本研究聚焦于TRIM2蛋白在A型流感病毒诱导的IFN-β表达中的调控机制。A型流感病毒是全球性健康问题,其感染可导致严重的呼吸道疾病。IFN-β作为关键的抗病毒因子,其表达水平对抗病毒防御至关重要。然而,TRIM2如何调控IFN-β的表达尚未明确。本研究假设TRIM2通过与病毒RNA或宿主因子相互作用,影响IFN-β的产生。我们将采用分子生物学、细胞生物学和免疫学方法,探索TRIM2与A型流感病毒诱导IFN-β表达的关系。预期结果将揭示TRIM2在抗病毒免疫反应中的作用,为开发新的抗病毒策略提供理论基础。

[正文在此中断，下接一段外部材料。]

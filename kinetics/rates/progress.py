"""Is the reaction over, has it levelled off, did something change? Rules for a running series.

Over and levelled off are judged by a plateau of its own that is fitted to each species, not by
the law: the bound on what is still to come must be small, the last points flat (an F-test), and
no drift left in the residuals (a cumulative sum), for two spectra in a row. The rules cannot tell
an equilibrium from a stall, so they say "levelled off at x %". The benchmark
tests/benchmarks/forecast_rates.py measures how often they fire early.

Changes are looked for in recursive residuals, each point against what those before it foretell
(Brown, Durbin & Evans, J. R. Statist. Soc. B 37 (1975) 149), by a two-sided cumulative sum (Page,
Biometrika 41 (1954) 100): along the reaction a change of rate or a stall, along the amounts
themselves a step of the reference.
"""

from dataclasses import dataclass
from math import exp, inf, nan

import numpy as np
import numpy.typing as npt
from scipy.optimize import brentq, minimize_scalar
from scipy.stats import f as fisher
from scipy.stats import t as student

from kinetics.rates.fitting import Fit
from kinetics.rates.noise import whitener
from kinetics.rates.question import Question
from kinetics.rates.series import Float64, Series

REMAINDER = 0.02  # still to come, of the whole change
_ONE_SIDED = 0.975
_FLAT_P = 0.01
_SLACK, _ALARM = 0.5, 6.0  # of the cumulative sum, in standard deviations
_FEWEST = 10
_TAIL = 8  # spectra that must be flat
_COMPLETE = 0.95  # conversion from which a plateau is called the end of the reaction
_CLEAR_CHANGE = 10.0  # the whole change over its standard error


@dataclass(frozen=True, slots=True)
class Plateau:
    """An exponential approach to a plateau, fitted to all species with one rate.

    Attributes
    ----------
    k, k_low
        Rate of the approach and its lower bound, 1/s.
    remainder, remainder_high
        Share of the whole change still to come at the last spectrum, and its upper bound.
    start, end
        Fitted amounts at the beginning and on the plateau, shape (m,).
    flat
        Whether the last spectra show no slope.
    drift
        Largest cumulative sum of the residuals, in standard deviations.
    clear
        Whether the change as a whole stands out of the noise.
    """

    k: float
    k_low: float
    remainder: float
    remainder_high: float
    start: Float64
    end: Float64
    flat: bool
    drift: float
    clear: bool

    @property
    def reached(self) -> bool:
        """Whether all rules are met at this spectrum."""
        settled = self.remainder_high < REMAINDER and self.flat and self.drift < _ALARM
        return bool(settled and self.clear)


def plateau(series: Series, origin_s: float = 0.0) -> Plateau | None:
    """Fit a plateau to a series; None for too few spectra or no time."""
    n, m = series.values.shape
    times = series.time_s - origin_s
    span = float(times[-1]) if n else 0.0
    if n < _FEWEST or not span > 0:
        return None
    w = whitener(series.covariance)
    target = w.apply(series.values).ravel()
    dof = n * m - 2 * m - 1

    def design(k: float) -> Float64:
        basis = np.stack((np.ones(n), np.exp(-k * times)), axis=1)
        blocks = np.einsum("nij,nb->nijb", w.inverse, basis)
        return np.asarray(blocks.reshape(n * m, 2 * m), np.float64)

    def solved(k: float) -> tuple[Float64, Float64]:
        a = design(k)
        size = np.linalg.norm(a, axis=0)
        beta = np.linalg.lstsq(a / size, target, rcond=1e-12)[0] / size
        return beta, target - a @ beta

    def cost(log_k: float) -> float:
        rest = solved(exp(log_k))[1]
        return float(rest @ rest)

    grid = np.log(np.geomspace(0.05, 200.0, 24) / span)
    costs = [cost(g) for g in grid]
    at = int(np.argmin(costs))
    low, high = grid[max(at - 1, 0)], grid[min(at + 1, grid.size - 1)]
    best = float(minimize_scalar(cost, bounds=(low, high), method="bounded").x)
    least = cost(best)
    scale = least / dof if dof > 0 else inf
    goal = least + float(student.ppf(_ONE_SIDED, max(dof, 1))) ** 2 * scale
    k = exp(best)
    if cost(grid[0]) > goal:
        k_low = exp(brentq(lambda g: cost(g) - goal, grid[0], best, xtol=1e-4))
    else:
        k_low = 0.0
    beta, rest = solved(k)
    pair = beta.reshape(m, 2)
    change = pair[:, 1]
    rows = rest.reshape(n, m)
    along = _project(rows, w.apply(np.broadcast_to(change, (n, m)) + 0.0))
    sd = float(np.sqrt(scale)) or 1.0
    whole = float(np.linalg.norm(w.apply(change + np.zeros((n, m)))[-1]))
    return Plateau(
        k=k,
        k_low=k_low,
        remainder=exp(-k * span),
        remainder_high=exp(-k_low * span),
        start=pair.sum(axis=1),
        end=pair[:, 0],
        flat=_is_flat(series, w.apply(series.values), change, w.inverse),
        drift=float(np.max(np.abs(cumulative(along / sd)))),
        clear=whole > _CLEAR_CHANGE * sd,
    )


def _project(rows: Float64, direction: Float64) -> Float64:
    """Component of each row along a direction, shape (n, m) each → (n,)."""
    size = np.maximum(np.linalg.norm(direction, axis=1), 1e-300)
    return np.asarray(np.einsum("nm,nm->n", rows, direction) / size, np.float64)


def _is_flat(series: Series, whitened: Float64, change: Float64, inverse: Float64) -> bool:
    """Whether the tail shows no slope along the change (F-test at one per cent)."""
    n, m = whitened.shape
    tail = slice(max(n - max(_TAIL, n // 6), 0), n)
    t = series.time_s[tail] - float(series.time_s[tail].mean())
    count = t.size
    y = whitened[tail].ravel()
    level = inverse[tail].reshape(count * m, m)
    slope = np.einsum("nij,j,n->ni", inverse[tail], change, t).reshape(-1, 1)
    plain = y - level @ np.linalg.lstsq(level, y, rcond=None)[0]
    both = np.hstack((level, slope / max(float(np.linalg.norm(slope)), 1e-300)))
    full = y - both @ np.linalg.lstsq(both, y, rcond=None)[0]
    dof = count * m - m - 1
    gain = float(plain @ plain - full @ full)
    left = float(full @ full) / dof
    return bool(left <= 0 or fisher.sf(gain / left, 1, dof) > _FLAT_P)


def cumulative(standardised: Float64) -> Float64:
    """Return the two-sided cumulative sum with slack; the sign says which side, shape (n,)."""
    up = down = 0.0
    out = np.empty(standardised.size)
    for i, z in enumerate(standardised):
        up = max(0.0, up + float(z) - _SLACK)
        down = max(0.0, down - float(z) - _SLACK)
        out[i] = up if up >= down else -down
    return out


@dataclass(frozen=True, slots=True)
class Progress:
    """Where the reaction stands.

    Attributes
    ----------
    state
        ``"running"``, ``"levelled-off"`` or ``"over"``.
    conversion
        Of the limiting species on the fitted plateau, nan where it is not observed.
    remainder_high
        Upper bound of the share of the whole change still to come; nan for too few spectra.
    words
        One plain sentence.
    """

    state: str
    conversion: float
    remainder_high: float
    words: str


def progress(series: Series, question: Question) -> Progress:
    """Say whether the reaction is over or has levelled off, by the last two spectra."""
    origin = min(question.fit_origin_s, float(series.time_s[0])) if series.size else 0.0
    now = plateau(series, origin)
    if now is None:
        return Progress("running", nan, nan, "Too few spectra to say where it will level off.")
    before = plateau(series.select(np.arange(series.size - 1)), origin)
    conversion = _plateau_conversion(series, question, now)
    if not (now.reached and before is not None and before.reached):
        return Progress(
            "running", conversion, now.remainder_high, "The reaction has not levelled off yet."
        )
    at = f"{100 * conversion:.1f} %" if np.isfinite(conversion) else "a steady amount"
    left = f"less than {100 * now.remainder_high:.1g} % of the change is still to come"
    if conversion >= _COMPLETE:
        return Progress(
            "over",
            conversion,
            now.remainder_high,
            f"The reaction is over: it levels off at {at} conversion, {left}.",
        )
    return Progress(
        "levelled-off",
        conversion,
        now.remainder_high,
        f"Levelled off at {at} conversion, {left}. That may be an equilibrium or a stall; the "
        "curve cannot tell which.",
    )


def _plateau_conversion(series: Series, question: Question, found: Plateau) -> float:
    name = question.limiting_species
    if name in series.species:
        column = series.species.index(name)
        charged = question.charged.get(name, 0.0) if series.unit == "mol/L" else 0.0
        begin = charged or float(found.start[column])
        return 1.0 - float(found.end[column]) / begin if begin > 0 else nan
    charged = question.charged.get(name or "", 0.0) if series.unit == "mol/L" else 0.0
    for product, p in question.formed.items():
        if product in series.species and charged > 0:
            a = question.consumed.get(name or "", 1.0)
            made = float(found.end[series.species.index(product)])
            return made * a / (p * charged)
    return nan


@dataclass(frozen=True, slots=True)
class Change:
    """Something that changed along the run.

    Attributes
    ----------
    kind
        ``"rate"`` (faster, slower or stalled), ``"reference"`` or ``"unclear"`` (one species
        alone cannot tell the two apart).
    time_s
        Where it began.
    noticed_s
        When it was beyond doubt.
    words
        One plain sentence.
    """

    kind: str
    time_s: float
    noticed_s: float
    words: str


def recursive_residuals(fit: Fit) -> tuple[Float64, npt.NDArray[np.intp]]:
    """Return each spectrum's residual against what those before it foretell, standardised.

    Returns
    -------
    residuals, rows
        Shape (q, m), and the index of each in the series: the first spectra only make a start.
        The law is linearised about the fit.
    """
    w, model, series = fit.estimate.whitener, fit.model, fit.series
    slope = w.apply_jacobian(
        model.jacobian(fit.estimate.x, series.time_s, series.acquisition_s)
    ).reshape(series.size, len(model.columns), model.size)
    rest = fit.estimate.whitened
    size = np.maximum(np.linalg.norm(slope.reshape(-1, model.size), axis=0), 1e-300)
    slope = slope / size
    normal = np.cumsum(np.einsum("nmi,nmj->nij", slope, slope), axis=0)
    moment = np.cumsum(np.einsum("nmi,nm->ni", slope, rest), axis=0)
    first = max(2 * model.size, _FEWEST // 2)
    usable = [i for i in range(first, series.size) if np.linalg.cond(normal[i - 1]) < 1e12]
    rows = np.array(usable, np.intp)
    if rows.size == 0:
        return np.zeros((0, rest.shape[1])), rows
    before = np.linalg.inv(normal[rows - 1])
    ahead = rest[rows] - np.einsum("nmi,nij,nj->nm", slope[rows], before, moment[rows - 1])
    spread = np.eye(rest.shape[1]) + np.einsum("nmi,nij,nkj->nmk", slope[rows], before, slope[rows])
    lower = np.linalg.cholesky(spread)
    standard = np.linalg.solve(lower, ahead[:, :, None])[:, :, 0]
    # A change must not hide in the scatter it makes itself: the scale is a median.
    scale = float(np.median(np.abs(standard))) / 0.6745
    return standard / (scale if scale > 0 else 1.0), rows


def changes(fit: Fit) -> tuple[Change, ...]:
    """Look for a change of rate, a stall or a step of the reference along a fit.

    Only the first is reported: what follows it is judged by a law that no longer holds.
    """
    standard, rows = recursive_residuals(fit)
    if rows.size < 3:
        return ()
    w, series = fit.estimate.whitener, fit.series
    curve = fit.problem.predict(fit.estimate.x)[rows]
    flows = dict(fit.model.mechanism.products)
    flows.update({s: -a for s, a in fit.model.mechanism.reactants})
    flow = np.array([flows.get(s, 0.0) for s in fit.model.observed])
    inverse = w.inverse[rows]
    along_rate = np.einsum("nij,j->ni", inverse, flow)
    along_reference = np.einsum("nij,nj->ni", inverse, curve)
    found = []
    single = len(fit.model.observed) == 1
    kinds = (
        (("unclear", along_rate),)
        if single
        else (
            ("rate", along_rate),
            ("reference", along_reference),
        )
    )
    for kind, direction in kinds:
        path = cumulative(_project(standard, direction))
        over = np.flatnonzero(np.abs(path) > _ALARM)
        if over.size == 0:
            continue
        alarm = int(over[0])
        sign = float(np.sign(path[alarm]))
        quiet = np.flatnonzero(sign * path[:alarm] <= 0)
        begin = int(quiet[-1]) + 1 if quiet.size else 0
        found.append((alarm, -abs(float(path[-1])), kind, begin, sign))
    if not found:
        return ()
    alarm, _, kind, begin, sign = min(found)
    start, noticed = float(series.time_s[rows[begin]]), float(series.time_s[rows[alarm]])
    return (Change(kind, start, noticed, _change_words(kind, start, sign)),)


def _change_words(kind: str, start: float, sign: float) -> str:
    if kind == "reference":
        return (
            f"From about {start:.0f} s all amounts are {'higher' if sign > 0 else 'lower'} "
            "together: the reference stepped, not the reaction."
        )
    faster = "more" if sign > 0 else "less"
    words = (
        f"From about {start:.0f} s {faster} is turned over than the points before foretold: the "
        f"reaction {'sped up' if sign > 0 else 'slowed down or stalled'}"
    )
    if kind == "unclear":
        words += ", or the reference stepped; with one species the two cannot be told apart"
    if sign < 0:
        words += ". A stall while feeding means accumulation; follow the site's procedure"
    return words + "."
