"""A law applied to a series: parameter vector in, predicted amounts and their derivatives out."""

from collections.abc import Mapping
from dataclasses import dataclass

import numpy as np

from kinetics.errors import FitError, InputError
from kinetics.rates.laws import Array, Law, Mechanism, mechanism_of
from kinetics.rates.question import Question
from kinetics.rates.series import Float64, Series

# Three-point Gauss–Legendre over the acquisition: exact where the curve is a polynomial of
# fifth degree there.
_NODES = np.sqrt(3 / 5) * np.array([-0.5, 0.0, 0.5])
_NODE_WEIGHTS = np.array([5.0, 8.0, 5.0]) / 18.0
# Below this part of the span of the series an acquisition is a point in time.
_POINT_LIKE = 0.002
# Held as they are: from the logarithm of a reverse rate near zero a search does not come back.
_PLAIN = ("order", "k_reverse")
_STEP = 1e-30  # complex step; no cancellation, so it may be tiny


@dataclass(frozen=True, slots=True, eq=False)
class Model:
    """A law with its parameters laid out for a series.

    The vector holds the logarithm of each positive rate parameter, `order` and `k_reverse` as they
    are (noise may make the latter negative), then the starting amounts over `scale`.

    Attributes
    ----------
    law, mechanism
        The law and the species it speaks of.
    names
        Parameter names: the rates, then ``SPECIES_0``.
    free_start
        Species whose starting amounts are parameters.
    fixed_start
        Species whose starting amounts are known or zero.
    observed
        Species of the columns that the law predicts; others are not fitted.
    columns
        Their columns in the series.
    origin_s
        Time from which the law runs.
    scale
        Unit of the starting amounts in the vector.
    rate_scale
        Amount at which the vector holds the rate of a law with a free order, ln(k U^(n−1)): at an
        amount the data show, rate and order are hardly correlated.
    """

    law: Law
    mechanism: Mechanism
    names: tuple[str, ...]
    free_start: tuple[str, ...]
    fixed_start: Mapping[str, float]
    observed: tuple[str, ...]
    columns: tuple[int, ...]
    origin_s: float
    scale: float
    rate_scale: float = 1.0

    @property
    def size(self) -> int:
        """Number of parameters."""
        return len(self.names)

    def is_log(self, index: int) -> bool:
        """Whether the vector holds the logarithm of a parameter."""
        return index < len(self.law.rates) and self.law.rates[index] not in _PLAIN

    def to_natural(self, x: Array) -> Array:
        """Turn a vector into parameter values, shape (p,)."""
        count = len(self.law.rates)
        parts = []
        for i in range(self.size):
            if self.is_log(i):
                parts.append(np.exp(x[i] - self._shift(x)))
            else:
                parts.append(x[i] if i < count else x[i] * self.scale)
        return np.array(parts)

    def to_vector(self, natural: Float64) -> Float64:
        """Turn parameter values into a vector, shape (p,)."""
        out = np.array(natural, np.float64)
        for i in range(self.size):
            if self.is_log(i):
                out[i] = np.log(natural[i]) + self._shift(natural)
            elif i >= len(self.law.rates):
                out[i] = natural[i] / self.scale
        return out

    def _shift(self, x: Array) -> Array:
        """Logarithm of U^(n−1); `order` is the same in the vector and by itself."""
        if self.rate_scale == 1.0 or "order" not in self.law.rates:
            return 0.0
        return (x[self.law.rates.index("order")] - 1.0) * np.log(self.rate_scale)

    def natural_slope(self, x: Float64) -> Float64:
        """Return the derivative of `to_natural`, shape (p, p)."""
        steps = x.astype(complex)[:, None] + 1j * _STEP * np.eye(x.size)
        columns = [self.to_natural(steps[:, i]).imag / _STEP for i in range(x.size)]
        return np.stack(columns, axis=1)

    def parts(self, x: Array) -> tuple[dict[str, Array], dict[str, Array]]:
        """Return rates and starting amounts as dictionaries."""
        natural = self.to_natural(x)
        count = len(self.law.rates)
        rates = dict(zip(self.law.rates, natural[:count], strict=True))
        start: dict[str, Array] = dict(self.fixed_start)
        start.update(zip(self.free_start, natural[count:], strict=True))
        return rates, start

    def amounts(self, x: Array, time_s: Array) -> dict[str, Array]:
        """Return the amount of every species of the mechanism at times since the run's start."""
        rates, start = self.parts(x)
        return self.law.amounts(self.mechanism, rates, start, time_s - self.origin_s)

    def amount_at(self, x: Float64, species: str, time_s: float) -> tuple[float, Float64]:
        """Return the amount of a species at a time and its derivative by the vector, shape (p,)."""
        at = np.array([time_s])
        slope = np.empty(self.size)
        for i in range(self.size):
            stepped = np.array(x, complex)
            stepped[i] += 1j * _STEP
            slope[i] = float(np.imag((self.amounts(stepped, at)[species] + 0 * at)[0]) / _STEP)
        return float(np.real((self.amounts(x, at)[species] + 0 * at)[0])), slope

    def starts(self, series: Series) -> list[Float64]:
        """Return starting vectors from the data."""
        return starts(self, series)

    def predict(self, x: Array, time_s: Float64, acquisition_s: Float64) -> Array:
        """Return the observed amounts averaged over each acquisition, shape (n, m)."""
        if not averages(time_s, acquisition_s):
            found = self.amounts(x, time_s)
            return np.stack([found[name] + 0 * time_s for name in self.observed], axis=1)
        total: Array = 0.0
        for node, weight in zip(_NODES, _NODE_WEIGHTS, strict=True):
            found = self.amounts(x, time_s + node * acquisition_s)
            total = total + weight * np.stack(
                [found[name] + 0 * time_s for name in self.observed], axis=1
            )
        return total

    def jacobian(self, x: Float64, time_s: Float64, acquisition_s: Float64) -> Float64:
        """Return the derivative of `predict` by the vector, shape (n, m, p)."""
        columns = []
        for i in range(self.size):
            stepped = np.array(x, complex)
            stepped[i] += 1j * _STEP
            columns.append(self.predict(stepped, time_s, acquisition_s).imag / _STEP)
        return np.stack(columns, axis=2)


def averages(time_s: Float64, acquisition_s: Float64) -> bool:
    """Whether acquisitions are long enough that the law must be averaged over them."""
    if time_s.size < 2:
        return False
    longest = float(acquisition_s.max())
    return longest > 0 and longest > _POINT_LIKE * float(np.ptp(time_s)) > 0


def make_model(law: Law, series: Series, question: Question) -> Model:
    """Lay out the parameters of a law for a series.

    Every observed species gets a starting amount of its own, so that the balance of matter need
    not close at the start. A reactant that is not observed starts at its charge where that is
    known; the limiting one is a parameter where it is not. A product or intermediate that is not
    observed starts at its charge, or at zero.

    Raises
    ------
    InputError
        If the law needs a starting amount that is neither observed nor charged.
    FitError
        If the series observes none of the law's species.
    """
    mechanism = mechanism_of(law, question)
    observed = tuple(s for s in series.species if s in mechanism.species)
    if not observed:
        raise FitError(f"{law.name}: none of its species is observed in the spectra")
    fixed = {s: float(v) for s, v in question.known_start.items() if s in mechanism.species}
    free = [s for s in observed if s not in fixed]
    for place, (name, _) in enumerate(mechanism.reactants):
        if name in observed or name in fixed:
            continue
        if name in question.charged and series.unit == "mol/L":
            fixed[name] = float(question.charged[name])
        elif place == 0:
            free.append(name)
        elif place < law.needs_start_of:
            raise InputError(
                f"{law.name}: {name} is not observed; give its amount in charged, in mol/L, and a "
                "reference concentration"
            )
        else:
            fixed[name] = 0.0
    for name in mechanism.species:
        if name not in free and name not in fixed:
            known = question.charged.get(name, 0.0) if series.unit == "mol/L" else 0.0
            fixed[name] = float(known)
    scale = float(np.max(np.abs(series.values))) or 1.0
    return Model(
        law=law,
        mechanism=mechanism,
        names=(*law.rates, *(f"{name}_0" for name in free)),
        free_start=tuple(free),
        fixed_start=fixed,
        observed=observed,
        columns=tuple(series.species.index(name) for name in observed),
        origin_s=question.fit_origin_s,
        scale=scale,
        rate_scale=scale if "order" in law.rates else 1.0,
    )


def starts(model: Model, series: Series) -> list[Float64]:
    """Return starting vectors from the data: a grid of rate constants, amounts as seen.

    A grid, because from a poor start a least-squares search may run to infinity.
    """
    columns = list(model.columns)
    first, last = series.values[0, columns], series.values[-1, columns]
    if series.size >= 6:
        first = np.median(series.values[:3, columns], axis=0)
        last = np.median(series.values[-3:, columns], axis=0)
    seen = dict(zip(model.observed, first, strict=True))
    turned = max(float(np.max(np.abs(last - first))), 1e-6 * model.scale)
    span = max(float(series.time_s[-1] - model.origin_s), 1e-9)
    beginnings = []
    for amount in (1.0, 1.5, 4.0):
        amounts: list[float] = []
        for name in model.free_start:
            products = [s for s, _ in model.mechanism.products]
            if name not in seen:
                amounts.append(amount * turned)
            elif model.law.name == "autocatalytic" and name in products:
                amounts.append(max(seen[name], 0.01 * turned))
            else:
                amounts.append(seen[name] if name in products else max(seen[name], turned))
        beginnings.append(np.array(amounts))
        if all(name in seen for name in model.free_start):
            break
    out = []
    positive = [name for name in model.law.rates if name != "order"]
    for start in beginnings:
        size = float(np.max(np.abs(start))) if start.size else model.scale
        size = max(size, 1e-12)
        for rate in np.geomspace(0.01, 300.0, 16) / span:
            for second in (0.1, 1.0, 10.0) if len(positive) > 1 else (1.0,):
                for order in (0.5, 1.5, 2.5) if "order" in model.law.rates else (1.0,):
                    unit = _unit_scale(model, size, order)
                    rates = [rate / unit, rate * second / unit][: len(positive)]
                    if "order" in model.law.rates:
                        rates.append(order)
                    out.append(model.to_vector(np.concatenate((rates, start))))
    return out


def _unit_scale(model: Model, size: float, order: float) -> float:
    """Turn a rate in 1/s into that of the law's unit: the power of the amount it carries."""
    if model.law.unit == "U/s":
        return 1.0 / size
    if model.law.unit == "1/(U s)":
        return size
    if model.law.unit == "U^(1-n)/s":
        return float(size ** (order - 1.0))
    return 1.0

该研究对理解宿主抗病毒机制具有重要科学意义,并可能对临床治疗流感病毒感染提供新的视角。

AI项目思路:

科学问题:TRIM2如何调控A型流感病毒诱导的IFN-β表达?
前期研究:已有研究表明TRIM2参与抗病毒反应,但其具体机制尚不明确。
研究创新点:本研究将深入探讨TRIM2在IFN-β表达中的直接作用机制。
技术路线:包括病毒学、分子生物学、细胞培养和免疫检测技术。
关键技术:TRIM2与病毒RNA的相互作用分析,IFN-β启动子活性检测。
实验模型:使用A型流感病毒感染的细胞模型进行研究。

AI技术路线图

        graph TD
          A[研究起始] --> B[文献回顾与假设提出]
          B --> C[实验设计与方法学准备]
          C --> D[A型流感病毒感染模型建立]
          D --> E[TRIM2与病毒RNA相互作用分析]
          E --> F[TRIM2对IFN-β启动子活性的影响]
          F --> G[IFN-β表达水平测定]
          G --> H[TRIM2功能丧失与获得研究]
          H --> I[数据收集与分析]
          I --> J[结果解释与科学验证]
          J --> K[研究结论与未来方向]
          K --> L[研究结束]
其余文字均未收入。